- Opening Delimiter -

"""Invented long runs with a known heat release (for tests, benchmarks and the simulator).

The box follows C·dT/dt = P(t) − G·(T − T_env(t)); it is integrated with scipy's ``solve_ivp``
(DOP853, relative tolerance 1e-11), so the logged temperatures carry the true cumulative heat
∫P dt to far better than the 1 % the tests ask. Heat-release shapes:

* setting material (cement-like): Q(t) = m·Q∞·exp(−(τ/t)^β), the three-parameter hydration form;
* hand warmer: constant power for a while, then an exponential decay;
* cold pack: an endothermic release that decays exponentially.

Everything here is invented data. Pure and seeded: no I/O.
"""

from __future__ import annotations

from collections.abc import Callable
from dataclasses import dataclass

import numpy as np
from scipy.integrate import solve_ivp

Curve = Callable[[np.ndarray], np.ndarray]


@dataclass(frozen=True)
class HydrationCurve:
    """Q(t) = mass·Q∞·exp(−(τ/t)^β) in J, and its rate (W)."""

    q_inf_J_per_g: float = 350.0
    tau_s: float = 15.0 * 3600.0
    beta: float = 1.2
    mass_g: float = 100.0

    def heat(self, t: np.ndarray) -> np.ndarray:
        tt = np.maximum(np.asarray(t, dtype=np.float64), 1e-9)
        return self.mass_g * self.q_inf_J_per_g * np.exp(-((self.tau_s / tt) ** self.beta))

    def power(self, t: np.ndarray) -> np.ndarray:
        tt = np.maximum(np.asarray(t, dtype=np.float64), 1e-9)
        return self.heat(tt) * self.beta * self.tau_s**self.beta * tt ** (-self.beta - 1.0)


@dataclass(frozen=True)
class PlateauDecay:
    """P = P₀ for t < t_on, then P₀·e^(−(t − t_on)/τ); heat in J (negative P₀ for a cold pack).

    ``start_s`` delays the whole release (nothing before it), leaving a quiet baseline."""

    power_W: float = 1.0
    plateau_s: float = 4.0 * 3600.0
    tau_s: float = 2.0 * 3600.0
    start_s: float = 0.0

    def power(self, t: np.ndarray) -> np.ndarray:
        tt = np.asarray(t, dtype=np.float64) - self.start_s
        late = np.exp(-np.maximum(tt - self.plateau_s, 0.0) / self.tau_s)
        return self.power_W * np.where(tt < 0, 0.0, np.where(tt < self.plateau_s, 1.0, late))

    def heat(self, t: np.ndarray) -> np.ndarray:
        tt = np.maximum(np.asarray(t, dtype=np.float64) - self.start_s, 0.0)
        early = np.minimum(tt, self.plateau_s)
        late = np.maximum(tt - self.plateau_s, 0.0)
        return self.power_W * (early + self.tau_s * (1.0 - np.exp(-late / self.tau_s)))


@dataclass(frozen=True, eq=False)
class LongRun:
    """Logged arrays and the truth they were made from."""

    time_s: np.ndarray
    temp_C: np.ndarray
    env_C: np.ndarray
    true_heat_J: np.ndarray
    true_temp_C: np.ndarray
    heat_capacity_J_per_K: float
    loss_W_per_K: float
    probe_tau_s: float = 0.0


def long_run(
    source: HydrationCurve | PlateauDecay,
    *,
    duration_s: float,
    dt_s: float,
    heat_capacity_J_per_K: float,
    loss_W_per_K: float,
    env_C: Callable[[np.ndarray], np.ndarray] | float = 20.0,
    start_C: float | None = None,
    noise_K: float = 0.0,
    resolution_K: float = 0.0,
    seed: int = 0,
    probe_tau_s: float = 0.0,
) -> LongRun:
    """Integrate the box balance and sample it every ``dt_s`` from 0 to ``duration_s``.

    With ``probe_tau_s`` > 0 the logged readings come from a probe that lags the contents with
    that first-order time constant (τ·dT_p/dt = T − T_p, as the simulator's probe), integrated
    with the box; ``true_temp_C`` stays the contents' temperature.

    ``start_C`` defaults to the environment at t = 0. Readings get Gaussian noise (``noise_K``)
    and are rounded to ``resolution_K``; the truth arrays are the exact values.
    """
    if callable(env_C):
        env = env_C
    else:
        level = float(env_C)

        def env(t: np.ndarray) -> np.ndarray:
            return np.full_like(np.asarray(t, dtype=np.float64), level)

    c, g = heat_capacity_J_per_K, loss_W_per_K
    t = np.arange(0.0, duration_s + 0.5 * dt_s, dt_s)
    y0 = float(env(np.zeros(1))[0]) if start_C is None else start_C

    tau = float(probe_tau_s)

    def rhs(time: float, y: np.ndarray) -> np.ndarray:
        tt = np.array([time])
        return (source.power(tt) - g * (y - env(tt))) / c

    # with a lagging probe, the contents are sampled m times finer and the probe follows them
    # exactly for a temperature linear within each fine step
    m = 1 if tau <= 0 else max(1, int(np.ceil(4.0 * dt_s / tau)))
    fine = np.linspace(0.0, t[-1], (t.size - 1) * m + 1)
    sol = solve_ivp(
        rhs,
        (0.0, t[-1]),
        [y0],
        method="DOP853",
        t_eval=fine,
        rtol=1e-11,
        atol=1e-10,
        max_step=max(dt_s, 600.0),
    )
    contents = sol.y[0]
    probe = contents
    if tau > 0:
        h = fine[1] - fine[0]
        decay = float(np.exp(-h / tau))
        probe = np.empty_like(contents)
        probe[0] = contents[0]
        for i in range(contents.size - 1):
            slope_tau = (contents[i + 1] - contents[i]) / h * tau
            probe[i + 1] = (
                contents[i + 1] - slope_tau + (probe[i] - contents[i] + slope_tau) * decay
            )
    true_t = contents[::m]
    rng = np.random.default_rng(seed)
    read = probe[::m] + (rng.normal(0.0, noise_K, t.size) if noise_K > 0 else 0.0)
    if resolution_K > 0:
        read = np.round(read / resolution_K) * resolution_K
    return LongRun(t, read, env(t), source.heat(t), true_t, c, g, tau)


def warmer_run(*, duration_s: float = 12 * 3600.0, dt_s: float = 20.0, **options: float) -> LongRun:
    """The invented hand warmer the tests and examples share: 1.5 W for 5 h, then decaying with
    τ = 2 h, in a 60 J/K pouch losing 0.06 W/K to air at 20 °C (``options`` go to
    :func:`long_run`: noise_K, resolution_K, seed)."""
    return long_run(
        PlateauDecay(1.5, 5 * 3600.0, 2 * 3600.0),
        duration_s=duration_s,
        dt_s=dt_s,
        heat_capacity_J_per_K=60.0,
        loss_W_per_K=0.06,
        env_C=20.0,
        **options,  # type: ignore[arg-type]
    )
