"""The peak heat-release rate with a window fitted to the event's width.

P(t) is the slope of Q(t) over a centred window w. Too wide a window flattens a short event
(a cold pack dissolving in a minute reads far below its true peak); too narrow a window lets the
reading noise through, and the largest of many noisy slopes is biased high. The window is
chosen here rather than fixed:

* the event's width at half height is found on a coarse rate (iterated from the default window
  to a quarter of the width), and the window set to a sixth of it (at least 2 sampling steps;
  common practice, no source);
* the peak is not the largest sample of the noisy rate (biased high: the maximum of many noisy
  values) but the vertex of a parabola fitted to the rate where it stays above 80 % of its
  maximum; the fit's variance (scaled by w/step, as the windows overlap), the change when the
  fit is limited to 90 %, and the w²·P''/24 flattening of a centred difference (Taylor; removed,
  and kept as an uncertainty) join the u(C), u(G) terms;
* a peak that still rises by over 3 % (and over 2 u) when the window is halved (a release that
  starts at full power), or an event narrower than three time resolutions (the window combined
  with the probe-lag correction's smoothing), is not resolved by the log: the result is flagged
  as a lower bound.

Pure: a :class:`~heatlog.profile.heat.HeatProfile` in, a frozen dataclass out.
"""

from __future__ import annotations

import math
from dataclasses import dataclass

import numpy as np

from heatlog.profile.heat import SQRT2, HeatProfile

#: An event is resolved when its width at half height spans this many windows.
RESOLVED_WINDOWS = 3.0
#: Rise of the peak with half the window, relative, above which it is not converged.
CONVERGED_REL = 0.03
#: The peak is fitted (a parabola) where the rate stays above this fraction of its maximum.
FIT_LEVEL = 0.8


@dataclass(frozen=True)
class PeakRate:
    """Peak P (W, signed), its time from the segment start, u (k = 1) and the window used."""

    rate_W: float
    u_rate_W: float
    time_s: float
    window_s: float
    width_s: float  # width of the rate peak at half height
    chosen: str  # "adaptive" or "given"
    warnings: tuple[str, ...] = ()

    def to_dict(self) -> dict[str, object]:
        return {
            "peak_rate_W": self.rate_W,
            "u_peak_rate_W": self.u_rate_W,
            "time_of_peak_rate_s": self.time_s,
            "peak_rate_window_s": self.window_s,
            "peak_rate_window_chosen": self.chosen,
            "event_width_s": self.width_s,
            "peak_rate_warnings": list(self.warnings),
        }


def _rate(t: np.ndarray, q: np.ndarray, window: float) -> np.ndarray:
    half = 0.5 * window
    lo = np.maximum(t - half, t[0])
    hi = np.minimum(t + half, t[-1])
    return (np.interp(hi, t, q) - np.interp(lo, t, q)) / (hi - lo)


def _width(t: np.ndarray, r: np.ndarray, i: int) -> float:
    """Width (s) of the run of samples around i where r stays above half of r[i]."""
    above = r >= 0.5 * r[i]
    lo = i
    while lo > 0 and above[lo - 1]:
        lo -= 1
    hi = i
    while hi < r.size - 1 and above[hi + 1]:
        hi += 1
    return float(t[hi] - t[lo])


def _region(r: np.ndarray, i: int, level: float) -> tuple[int, int]:
    above = r >= level * r[i]
    lo = i
    while lo > 0 and above[lo - 1]:
        lo -= 1
    hi = i
    while hi < r.size - 1 and above[hi + 1]:
        hi += 1
    return lo, hi


def _vertex(t: np.ndarray, r: np.ndarray, lo: int, hi: int, step: float, w: float):
    """Quadratic fit of the rate over samples lo..hi: (peak value, its index, u of the value,
    curvature 2c). The rates overlap over w, so the fit's variance is scaled by w/step."""
    tc = t[lo : hi + 1] - t[lo]
    y = r[lo : hi + 1]
    design = np.column_stack([np.ones_like(tc), tc, tc * tc])
    beta, *_ = np.linalg.lstsq(design, y, rcond=None)
    a, b, c = (float(v) for v in beta)
    tv = -b / (2.0 * c) if c < 0 else tc[int(np.argmax(y))]
    tv = float(np.clip(tv, tc[0], tc[-1]))
    x = np.array([1.0, tv, tv * tv])
    resid = y - design @ beta
    dof = max(y.size - 3, 1)
    s2 = float(resid @ resid) / dof * max(w / step, 1.0)
    cov = s2 * np.linalg.pinv(design.T @ design)
    value = float(x @ beta)
    u = math.sqrt(max(float(x @ cov @ x), 0.0))
    idx = lo + int(np.argmin(np.abs(tc - tv)))
    return value, idx, u, 2.0 * c


def peak_rate(heat: HeatProfile, sign: float, window_s: float | None = None) -> PeakRate:
    """The largest ``sign``·P over the segment (sign −1 for a cold pack); see the module text.

    ``window_s`` fixes the window (a user's choice); the peak is still taken from the fit.
    """
    t, q = heat.time_s, heat.heat_J
    step = float(np.median(np.diff(t)))
    span = float(t[-1] - t[0])

    def signed(w: float) -> np.ndarray:
        r = sign * _rate(t, q, w)
        return np.where(np.isfinite(r), r, -np.inf)

    # the event's width from a coarse rate, then a window of a sixth of it
    w_coarse = heat.rate_window_s
    width = span
    for _ in range(3):
        rc = signed(w_coarse)
        ic = int(np.argmax(rc))
        width = _width(t, rc, ic)
        w_next = min(max(width / 4.0, 2.0 * step), span / 4.0)
        if abs(w_next - w_coarse) < 0.1 * w_coarse:
            break
        w_coarse = w_next
    chosen = "given" if window_s is not None else "adaptive"
    w = float(window_s) if window_s is not None else min(max(width / 6.0, 2.0 * step), span / 4.0)
    rc = signed(max(w_coarse, w))
    ic = int(np.argmax(rc))
    r = signed(w)
    lo, hi = _region(rc, ic, FIT_LEVEL)
    warnings = []
    if hi - lo + 1 < 5:
        lo, hi = max(ic - 2, 0), min(ic + 2, t.size - 1)
    value, i, u_fit, curv = _vertex(t, r, lo, hi, step, w)
    lo2, hi2 = _region(rc, ic, 0.5 * (1.0 + FIT_LEVEL))
    u_model = 0.0
    if hi2 - lo2 + 1 >= 5:
        value2, _, _, _ = _vertex(t, r, lo2, hi2, step, w)
        u_model = abs(value2 - value)
    flatten = w * w / 24.0 * curv  # P_w − P at the peak (centred difference, Taylor)
    value -= flatten
    u_cg = float(heat.u_rate_at(i)[0])
    c = heat.heat_capacity.value
    u_cg = math.sqrt(max(u_cg**2 - (c * SQRT2 * heat.u_reading_K / heat.rate_window_s) ** 2, 0))
    u = math.sqrt(u_fit**2 + u_model**2 + flatten**2 + u_cg**2)
    # the time resolution: the window, the probe-lag correction's smoothing, the sampling
    w_eff = math.hypot(max(w, 2.0 * step), 0.0 if heat.lag is None else heat.lag.window_s)
    # converged? the same fit with half the window (a release starting at full power keeps rising)
    w_half = max(0.5 * w, 2.0 * step)
    r_half = signed(w_half)
    value_half, _, u_half, curv_half = _vertex(t, r_half, lo, hi, step, w_half)
    value_half -= w_half * w_half / 24.0 * curv_half
    jump = value_half - value
    if jump > max(2.0 * math.hypot(u_fit, u_half), CONVERGED_REL * abs(value)):
        warnings.append(
            f"the peak rate has not converged: {sign * value_half:.4g} W with a {w_half:.3g} s "
            f"window against {sign * value:.4g} W with {w:.3g} s; the release starts faster than "
            f"the log resolves (time resolution {w_eff:.3g} s with the lag smoothing), so it is "
            "a lower bound — log faster"
        )
    elif width < RESOLVED_WINDOWS * w_eff or hi - lo < 4:
        warnings.append(
            f"the peak rate is not resolved: the event is about {width:.3g} s wide at half height "
            f"against a time resolution of {w_eff:.3g} s (window, lag smoothing, sampling every "
            f"{step:.3g} s); it is a lower bound — log faster"
        )
    return PeakRate(sign * value, u, float(t[i] - t[0]), w, width, chosen, tuple(warnings))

- Closing Delimiter -

--- Task instructions ---
For this exercise, return every line from the data that holds the string "hypot".

--- Written answer ---
    w_eff = math.hypot(max(w, 2.0 * step), 0.0 if heat.lag is None else heat.lag.window_s)
    if jump > max(2.0 * math.hypot(u_fit, u_half), CONVERGED_REL * abs(value)):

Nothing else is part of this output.